The group further argued that the court's regular fall term begins on Sept. 6, only 13 days away, and that no party would be hurt by a delay of payments until a court decision is reached.

Welch, the school district attorney, on Friday filed a "Suggestion of Mootness and Motion to Dismiss" in response to the request for the injunction.

He argued that the settlement negotiated by the board and Brooks this week is broader than just severance pay; it is a financial settlement of all claims that Brooks has against the district, and it pays Brooks for his legal fees and for his cooperation in some lawsuits involving the district.

The agreement also required Brooks to drop his federal court case against the district, including a request for legal fees.

Welch argued that the claims in the taxpayer group's lawsuit and appeal are moot because the settlement is broader than a severance package, because the payments have been made, and because Brooks and other recipients of the money were never made parties in the lawsuit.

In an interview, Welch discounted any argument that the school district is obligated to direct its bank to stop payment on the seven checks as a result of the Supreme Court's stay.

"That will just get the district sued," Welch said. "The court doesn't say to do that. Plus the checks have been delivered, and if you were to pay him the money and get him to dismiss his court case and then jerk the check, you would just get sued for it, and he would win."

Gill said the Supreme Court has stayed or halted all action on the Brooks payments until the court gets a chance to rule on it.
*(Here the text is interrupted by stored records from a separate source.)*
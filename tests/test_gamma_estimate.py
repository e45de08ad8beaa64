"""stages.physics.gamma_estimate against numpy's least-squares solver (reference library).

Weighted linear least squares: x = argmin |W^1/2 (A x - r)|^2, covariance (A^T W A)^-1
(Bevington & Robinson 2003, Data Reduction and Error Analysis, ch. 7); numpy.linalg.lstsq on the
row-scaled system A/sigma, r/sigma is an independent solution of the same problem.
"""
from __future__ import annotations

import numpy as np
import pytest

from stages.physics import gamma_estimate as ge


def _problem(seed=0, n=500):
    rng = np.random.default_rng(seed)
    groups = ["range_two_way/s", "doppler_two_way/Hz", "range_two_way/m"]
    codes = rng.integers(0, 3, n)
    partial = rng.normal(0, 1, n) * np.array([1e-4, 1e-2, 3e4])[codes]
    sigma = rng.uniform(0.5, 2.0, n) * np.array([1e-9, 1e-3, 0.3])[codes]
    bias = np.array([2e-9, -5e-4, 0.1])
    dgamma = 2e-5
    r = partial * dgamma + bias[codes] + rng.normal(0, 1, n) * sigma
    return r, partial, sigma, codes, groups


def _lstsq(r, partial, sigma, codes, k):
    a = np.zeros((r.size, k + 1))
    a[:, 0] = partial
    a[np.arange(r.size), 1 + codes] = 1.0
    aw, rw = a / sigma[:, None], r / sigma
    x, *_ = np.linalg.lstsq(aw, rw, rcond=None)
    cov = np.linalg.inv(aw.T @ aw)
    return x, cov, float(np.sum((aw @ x - rw) ** 2))


def test_matches_numpy_lstsq():
    r, a, s, g, groups = _problem()
    sol = ge.solve(ge.normal_equations(r, a, s, g, groups))
    x, cov, chi2 = _lstsq(r, a, s, g, len(groups))
    assert sol["delta_gamma"] == pytest.approx(x[0], rel=1e-9, abs=0)
    assert sol["delta_gamma_sigma"] == pytest.approx(np.sqrt(cov[0, 0]), rel=1e-9, abs=0)
    for j, label in enumerate(groups, start=1):
        assert sol["biases"][label]["value"] == pytest.approx(x[j], rel=1e-7, abs=0)
        assert sol["biases"][label]["sigma"] == pytest.approx(np.sqrt(cov[j, j]), rel=1e-9, abs=0)
    assert sol["chi2"] == pytest.approx(chi2, rel=1e-6)
    assert sol["dof"] == r.size - 4


def test_partitions_combine_to_the_whole():
    r, a, s, g, groups = _problem(1, 900)
    whole = ge.solve(ge.normal_equations(r, a, s, g, groups))
    # three parts, each naming its groups in its own order (one part lacks a group entirely)
    parts = []
    for sl, order in ((slice(0, 300), [2, 0, 1]), (slice(300, 600), [1, 0, 2]), (slice(600, 900), [0, 1])):
        keep = np.isin(g[sl], order)
        remap = {old: new for new, old in enumerate(order)}
        codes = np.array([remap[c] for c in g[sl][keep]])
        parts.append(ge.normal_equations(r[sl][keep], a[sl][keep], s[sl][keep], codes, [groups[o] for o in order]))
    rest = ~np.isin(g[600:900], [0, 1])
    parts.append(ge.normal_equations(r[600:900][rest], a[600:900][rest], s[600:900][rest],
                                     np.zeros(rest.sum(), dtype=int), [groups[2]]))
    combined = ge.solve(ge.combine(parts))
    assert combined["delta_gamma"] == pytest.approx(whole["delta_gamma"], rel=1e-10, abs=0)
    assert combined["delta_gamma_sigma"] == pytest.approx(whole["delta_gamma_sigma"], rel=1e-12, abs=0)
    assert combined["records"] == whole["records"] == 900


def test_unusable_records_are_skipped_and_counted():
    r, a, s, g, groups = _problem(2, 100)
    r[0], a[1], s[2], s[3] = np.nan, np.inf, 0.0, -1.0
    ne = ge.normal_equations(r, a, s, g, groups)
    assert ne["records"] == 96 and ne["records_skipped"] == 4
    keep = np.ones(100, bool)
    keep[:4] = False
    x, _, _ = _lstsq(r[keep], a[keep], s[keep], g[keep], 3)
    assert ge.solve(ne)["delta_gamma"] == pytest.approx(x[0], rel=1e-9, abs=0)


def test_no_sensitivity_to_gamma_gives_no_estimate():
    r, a, s, g, groups = _problem(3, 50)
    sol = ge.solve(ge.normal_equations(r, np.zeros_like(a), s, g, groups))
    assert sol["delta_gamma"] is None and "gamma" in sol["note"]
    post = ge.post_fit_residuals(r, a, g, groups, sol)
    assert np.isnan(post).all()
"The School Board had full knowledge that this appeal was lodged with the Supreme Court and the appeal had not been decided," Gill said. "If they have made the payment, then they have acted at their peril, taken a risk of adverse consequences in doing so."
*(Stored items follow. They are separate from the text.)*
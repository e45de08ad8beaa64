"""`relcorr audit MANIFEST --record ID | --stage NAME[@VERSION]`: the provenance of one record, and the
records one stage touched, checked against the product and quarantine files read directly
(invented demo scenario)."""
from __future__ import annotations

import json
import math

import numpy as np
import pyarrow as pa
import pyarrow.compute as pc
import pyarrow.parquet as pq

from pipelines.audit import audit_record, audit_stage
from pipelines.cli import main
from pipelines.errors import EXIT_CONFIG, EXIT_OK
from stages.stations import Stations
from stages.time_scales import TimeScales
from tests.test_verify import DAY1, DAY2, make_run

PROVIDES = {"stations": [c.name for c in Stations.provides], "time_scales": [c.name for c in TimeScales.provides],
            "ingest": ["utc_mjd", "utc_sod_ps", "source_row"]}


def _same(a, b) -> bool:
    return (isinstance(a, float) and isinstance(b, float) and math.isnan(a) and math.isnan(b)) or a == b


def _links_every_fifth(raw):
    """Make every fifth good record of day two a link between spacecraft: the stations stage leaves
    those untouched (no station@1 in their ledger), time_scales still touches them."""
    path = raw / f"{DAY2}.parquet"
    t = pq.read_table(path)
    i = np.arange(t.num_rows)
    link = (i % 5 == 0) & (i >= 50)
    obs = pc.if_else(pa.array(link), pa.scalar("link_range_one_way"), t["observable"])
    pq.write_table(t.set_column(t.schema.get_field_index("observable"), "observable", obs), path)


def test_record_lists_its_stages_in_order_with_the_product_values(tmp_path, write_config, capsys):
    m = make_run(tmp_path, write_config)
    manifest = json.loads(m.read_text())
    path = tmp_path / "products" / f"{DAY2}.parquet"
    # every column but the raw time tag (nanosecond timestamps on day two: no exact Python value)
    product = pq.read_table(path, columns=[n for n in pq.read_schema(path).names if n != "time_tag"]).to_pylist()
    row = product[123]
    rid = row["record_id"]

    r = audit_record(m, rid)
    assert r["quarantined"] == [] and len(r["found"]) == 1
    f = r["found"][0]
    assert f["partition"] == DAY2 and f["source"] == "product" and f["ledger"] == row["ledger"]
    tags = [s["tag"] for s in f["steps"]]
    assert tags == row["ledger"].split(";") == ["ingest@1", "stations@1", "time_scales@1"]
    assert f["untouched_steps"] == []
    part = next(p for p in manifest["partitions"] if p["partition"] == DAY2)
    for s in f["steps"]:
        act = next(a for a in part["steps"] if a["step"] == s["step"])
        assert s["fingerprint"] == act["fingerprint"] and s["produced_by_run"] == manifest["run"]["id"]
        assert s["models"] == act["definition"]["models"]
        if s["step"] != "ingest":
            assert s["params"] == next(x for x in manifest["stages"] if x["name"] == s["step"])["params"]
        assert list(s["columns"]) == PROVIDES[s["step"]]
        for c, v in s["columns"].items():
            assert _same(v, row[c]), (s["step"], c)

    capsys.readouterr()
    assert main(["audit", str(m), "--record", rid]) == EXIT_OK
    out = capsys.readouterr().out
    positions = [out.index(f"{k}. {t}") for k, t in enumerate(tags, start=1)]
    assert positions == sorted(positions)
    assert f"tdb_minus_tt_s  = {row['tdb_minus_tt_s']!r}" in out
    assert f"site_itrs_x_m    = {row['site_itrs_x_m']!r}" in out


def test_quarantined_records_report_step_and_reason(tmp_path, write_config, capsys):
    m = make_run(tmp_path, write_config)
    q = pq.read_table(tmp_path / "products" / f"{DAY1}.quarantine.parquet").to_pylist()
    by_step = {}
    for row in q:
        by_step.setdefault(row["quarantine_step"], row)
    assert {"ingest", "stations"} <= set(by_step)
    for step, row in by_step.items():
        r = audit_record(m, row["record_id"])
        hits = [x for x in r["quarantined"] if x["source_row"] == row["source_row"]]
        assert len(hits) == 1, step
        assert (hits[0]["step"], hits[0]["reason"], hits[0]["partition"]) == (step, row["quarantine_reason"], DAY1)
        assert hits[0]["steps_before"] == (["ingest"] if step == "stations" else [])
    # a duplicate id: the first record is in the product, the later one quarantined
    dup = next(row for row in q if row["quarantine_reason"] == "record_id_duplicate")
    r = audit_record(m, dup["record_id"])
    assert len(r["found"]) == 1 and [x["reason"] for x in r["quarantined"]] == ["record_id_duplicate"]

    row = by_step["stations"]
    capsys.readouterr()
    assert main(["audit", str(m), "--record", row["record_id"]]) == EXIT_OK
    assert f"QUARANTINED by step stations with reason {row['quarantine_reason']}" in capsys.readouterr().out


def test_unknown_record_is_one_line_and_exit_2(tmp_path, write_config, capsys):
    m = make_run(tmp_path, write_config)
    capsys.readouterr()
    assert main(["audit", str(m), "--record", "TRK-NOT-THERE"]) == EXIT_CONFIG
    err = capsys.readouterr().err
    assert "Traceback" not in err and len(err.strip().splitlines()) == 1 and "TRK-NOT-THERE" in err
    assert main(["audit", str(m), "--stage", "stations@one"]) == EXIT_CONFIG


def test_stage_counts_equal_the_ledgers_in_the_products(tmp_path, write_config, capsys):
    m = make_run(tmp_path, write_config, edit_raw=_links_every_fifth)
    ledgers = {p: pq.read_table(tmp_path / "products" / f"{p}.parquet", columns=["record_id", "ledger"]).to_pylist()
               for p in (DAY1, DAY2)}

    def expected(tag):
        return {p: [r["record_id"] for r in rows if tag in r["ledger"].split(";")] for p, rows in ledgers.items()}

    stations = expected("stations@1")
    assert 0 < len(stations[DAY2]) < len(ledgers[DAY2])  # the links are not touched by stations
    for query, tag in (("stations@1", "stations@1"), ("stations", "stations@1"), ("time_scales@1", "time_scales@1")):
        r = audit_stage(m, query, list_ids=True)
        want = expected(tag)
        assert {p["partition"]: p["touched"] for p in r["partitions"]} == {p: len(v) for p, v in want.items()}, query
        assert {p["partition"]: p["ids"] for p in r["partitions"]} == want, query
        assert r["touched"] == sum(len(v) for v in want.values()) and r["in_chain"]
    assert audit_stage(m, "time_scales")["touched"] == sum(len(v) for v in ledgers.values())
    assert audit_stage(m, "stations@2")["touched"] == 0
    assert audit_stage(m, "station")["touched"] == 0  # a prefix of a name is not the name
    link_id = next(r["record_id"] for r in ledgers[DAY2] if "stations@1" not in r["ledger"].split(";"))
    link = audit_record(m, link_id)["found"][0]
    assert [s["tag"] for s in link["steps"]] == ["ingest@1", "time_scales@1"]
    assert link["untouched_steps"] == ["stations@1"]

    capsys.readouterr()
    assert main(["audit", str(m), "--stage", "stations@1"]) == EXIT_OK
    out = capsys.readouterr().out
    assert f"{DAY2:<28}{len(stations[DAY2]):>10}{len(ledgers[DAY2]):>10}" in out


def test_audit_of_an_older_run_reads_its_own_values(tmp_path, write_config):
    ma = make_run(tmp_path, write_config, tdb_site="auto")
    make_run(tmp_path, write_config, tdb_site="geocentre")
    part = next(p for p in json.loads(ma.read_text())["partitions"] if p["partition"] == DAY1)
    a_records = pq.read_table(part["steps"][-2]["outputs"][0]["path"]).to_pylist()
    row = a_records[40]
    r = audit_record(ma, row["record_id"])
    f = r["found"][0]
    # run A's product is kept under its fingerprint after run B (the stable name now points at B's)
    assert f["source"] == "product" and f["file"] == part["steps"][-1]["outputs"][0]["path"]
    ts = next(s for s in f["steps"] if s["step"] == "time_scales")
    assert ts["params"]["tdb_site"] == "auto" and ts["columns"]["tdb_minus_tt_s"] == row["tdb_minus_tt_s"]
    now = pq.read_table(tmp_path / "products" / f"{DAY1}.parquet").to_pylist()
    later = next(x for x in now if x["record_id"] == row["record_id"])
    assert later["tdb_minus_tt_s"] != row["tdb_minus_tt_s"]  # the current product holds run B's value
He argued that stopping payment on the checks should be considered.

"What they have done is spend taxpayer money," Gill said. "That money doesn't belong to the School Board but to the taxpayers. They are guardians of that money, and that money is entrusted to them to be spent wisely. Knowing that this lawsuit is out there and rushing out with an eleventhhour meeting [to approve the settlement] with nobody in attendance from what the newspapers reported and making the payments and when, by most calculations Dr. Brooks is supposed to be working through today [Friday], they have certainly demonstrated that they are not good guardians of the taxpayers' money."

Asked if there was significance in the fact that the taxpayer group sought an injunction and the court granted a stay, Gill said the two are the same thing.

Welch said Friday's court order "doesn't say much about what it is that was granted. I'm assuming that it has something to do with paying Brooks any more money, but all that is left to be paid is his FICA and teacher retirement. We're not paying that until the middle of the month anyway. I suppose that is a victory but not much of one. I don't think it says to stop the checks or do any of those things."

Clayborne Stone, one of Brooks' attorneys with the Williams & Anderson law firm, declined to make comment on the appeal and the court order Friday and its effect on Brooks.

Little Rock School District officials have said the $635,000 is being charged to the district's 2006-07 budget because the board's vote to buy out the superintendent was May 24 before the June 30 end of the fiscal year. The district had total operating expenses of $229.7 million last year, and $285 million in costs when federal and other special programs are included. The district ended the school year with almost $12.8 million in operating fund reserves, up from the $12.2 million that was projected at the start of the school year.

Besides Gray, other named plaintiffs in the case before the Supreme Court are Keith Broach, Renita L. Thompson, Steven B. Thompson, Eleanor Burress and Marnita Bisbee.

They are named as individuals and as representatives of the similarly situated class of patrons and taxpayers in the Little Rock district.

Besides Gill, attorneys for the plaintiffs are Roger Fitzgibbon and Kelly NcNulty of the Gill Elrod Ragon Owen & Sherman law firm; Don Trimble of the Trimble Law Firm; and Eugene G. Sayre of the Jack Nelson Jones Fink Jiles & Gregory law firm.